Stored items
▶
//! Every language on screen, through the real toolkit: a diver whose phone speaks
//! Spanish, French, German, Italian or Portuguese reads the starts in with the keypad
//! in their own words, and the turn card shows the same turns as the plan, its lines in
//! their language and its decimals with a comma.

mod ui_common;
use ui_common::{press, settle, value};

use std::rc::Rc;

use slint::ComponentHandle;
use turnsheet::app::App;
use turnsheet::app::clock::ManualClock;
use turnsheet::app::view_models::turn_rows;
use turnsheet::i18n::{Language, LanguageScope, tr, tr_with};
use turnsheet::plan::shown;

/// 3 December 2026, 09:42 UTC.
const MORNING: i64 = 1_796_463_720;

/// A decimal number written with `mark` ("54.4", "54,4").
fn has_decimal(text: &str, mark: char) -> bool {
    let c: Vec<char> = text.chars().collect();
    c.windows(3)
        .any(|w| w[0].is_ascii_digit() && w[1] == mark && w[2].is_ascii_digit())
}

/// Tall enough that every card is laid out (lists build only what is on screen).
fn open(dir: &std::path::Path, l: Language) -> App {
    let app = App::with_clock(dir, Rc::new(ManualClock::at(MORNING))).unwrap();
    app.window
        .window()
        .set_size(slint::LogicalSize::new(412.0, 4000.0));
    app.set_system_language(l);
    press(&app, &tr("acknowledge cautions"));
    settle();
    app
}

/// Each diver's start, typed on the keypad as read on the gauge.
fn read_starts(app: &App) {
    let names = app.session.borrow().team.plan().names();
    for (i, n) in names.iter().enumerate() {
        let start = {
            let s = app.session.borrow();
            let g = s.team.input().gauge_of(i);
            g.value(s.team.input().divers[i].start).floor()
        };
        press(app, &tr_with("start pressure of {0}", &[n]));
        for c in format!("{start}").chars() {
            press(app, &c.to_string());
        }
        press(app, &tr("done"));
        settle();
    }
}

#[test]
fn a_turn_card_reads_in_every_language() {
    i_slint_backend_testing::init_no_event_loop();
    for l in Language::ALL {
        let dir = tempfile::tempdir().unwrap();
        let app = open(dir.path(), l);
        read_starts(&app);
        press(&app, &tr("show turns"));
        settle();
        let names = app.session.borrow().team.plan().names();
        let english = {
            let _en = LanguageScope::new(Language::English);
            turn_rows(&app.session.borrow())
        };
        for (i, n) in names.iter().enumerate() {
            // The turn is the plan's, whatever the language.
            let want = {
                let s = app.session.borrow();
                let d = &s.team.plan().divers[i];
                format!("{} {}", shown::turn(d.turn_shown_value), d.gauge.label())
            };
            assert_eq!(value(&app, &tr_with("turn of {0}", &[n])), want, "{l:?}");

            let how = value(&app, &tr_with("how the turn of {0} was found", &[n]));
            assert!(!how.is_empty(), "{l:?}: no line on how the turn was found");
            if l != Language::English {
                assert_ne!(
                    how,
                    english[i].how.replace('\u{a0}', " "),
                    "{l:?}: English words"
                );
            }

            // The pencil sums, one tap away, write decimals as the language does.
            press(&app, &tr_with("sums of {0}", &[n]));
            settle();
            let sums = value(&app, &tr_with("hand check of {0}", &[n]));
            let en_sums = english[i].sums.replace('\u{a0}', " ");
            assert!(
                has_decimal(&en_sums, '.'),
                "the demo team's sums show a decimal: {en_sums}"
            );
            let (mark, other) = match l {
                Language::English => ('.', ','),
                _ => (',', '.'),
            };
            assert!(has_decimal(&sums, mark), "{l:?}: {sums}");
            assert!(!has_decimal(&sums, other), "{l:?}: {sums}");
            if l != Language::English {
                assert_ne!(sums, en_sums, "{l:?}: the sums' words are English");
            }
        }
    }
}

#[test]
fn the_settings_choice_overrides_the_system_language() {
    i_slint_backend_testing::init_no_event_loop();
    let dir = tempfile::tempdir().unwrap();
    let app = open(dir.path(), Language::French);
    // The French screen names the choice in French; German is chosen by its own name.
    let rows = app.session.borrow().language_choice();
    assert_eq!(rows, 0, "follows the system at first");
    app.window
        .global::<turnsheet::app::ui::Nav>()
        .invoke_go(turnsheet::app::ui::Page::Settings);
    settle();
    press(&app, &format!("{} Deutsch", tr("language")));
    settle();
    assert_eq!(turnsheet::i18n::language(), Language::German);
    assert_eq!(shown::num(157.5), "157,5");
    // Kept for the next start, over the system's language.
    drop(app);
    let again = App::with_clock(dir.path(), Rc::new(ManualClock::at(MORNING))).unwrap();
    again.set_system_language(Language::Italian);
    assert_eq!(again.session.borrow().language(), Language::German);
}

/// Units that must stay on the line of their number.
const UNITS: [&str; 11] = [
    "L/min", "cu ft", "bar", "psi", "min", "°C", "°F", "L", "m", "ft", "%",
];

/// The first place where a number and its unit are parted by an ordinary space (where
/// a narrow screen may end the line), if any.
fn unit_split(text: &str) -> Option<String> {
    let c: Vec<char> = text.chars().collect();
    for k in 1..c.len() {
        if c[k] != ' ' || !c[k - 1].is_ascii_digit() {
            continue;
        }
        let rest: String = c[k + 1..].iter().collect();
        let unit = UNITS.iter().any(|u| {
            rest.starts_with(u)
                && rest[u.len()..]
                    .chars()
                    .next()
                    .is_none_or(|n| !n.is_alphanumeric())
        });
        if unit {
            let from = k.saturating_sub(12);
            return Some(c[from..(k + 8).min(c.len())].iter().collect());
        }
    }
    None
}

#[test]
fn numbers_keep_their_units_in_every_language() {
    use slint::Model;
    use turnsheet::app::adapters::refresh_all;
    use turnsheet::app::ui::{LockerAdapter, PickerAdapter, TurnsAdapter};
    i_slint_backend_testing::init_no_event_loop();
    assert!(
        unit_split("tras unos 18 min.").is_some(),
        "the check can fail"
    );
    assert!(unit_split("18\u{a0}min, 12 Liters").is_none());
    for l in Language::ALL {
        let dir = tempfile::tempdir().unwrap();
        let app = open(dir.path(), l);
        {
            let mut s = app.session.borrow_mut();
            for i in 0..s.team.len() {
                s.confirm_start(i);
            }
            s.open_cylinder_picker(0);
        }
        refresh_all(&app.window, &app.session.borrow());
        let mut shown = Vec::new();
        let p = app.window.global::<PickerAdapter>();
        shown.push(p.get_title().to_string());
        for rows in [p.get_locker(), p.get_singles(), p.get_pairs()] {
            for r in rows.iter() {
                shown.push(r.title.to_string());
                shown.push(r.detail.to_string());
            }
        }
        let k = app.window.global::<LockerAdapter>();
        for r in k.get_presets().iter() {
            shown.push(r.name.to_string());
            shown.push(r.detail.to_string());
        }
        for r in k.get_entries().iter() {
            shown.push(r.name.to_string());
            shown.push(r.detail.to_string());
        }
        let t = app.window.global::<TurnsAdapter>();
        let first = t.get_first_text().to_string();
        assert!(!first.is_empty(), "{l:?}: no first-to-turn line");
        shown.push(first);
        shown.extend(t.get_warnings().iter().map(|w| w.to_string()));
        assert!(shown.len() > 20, "{l:?}: {} texts", shown.len());
        for text in &shown {
            assert_eq!(unit_split(text), None, "{l:?}: {text:?}");
        }
    }
}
◀
> Exercise goal:
Within the data above, how many lines include the string "enumerate"? Only the number is required.

> Answer to the problem:
2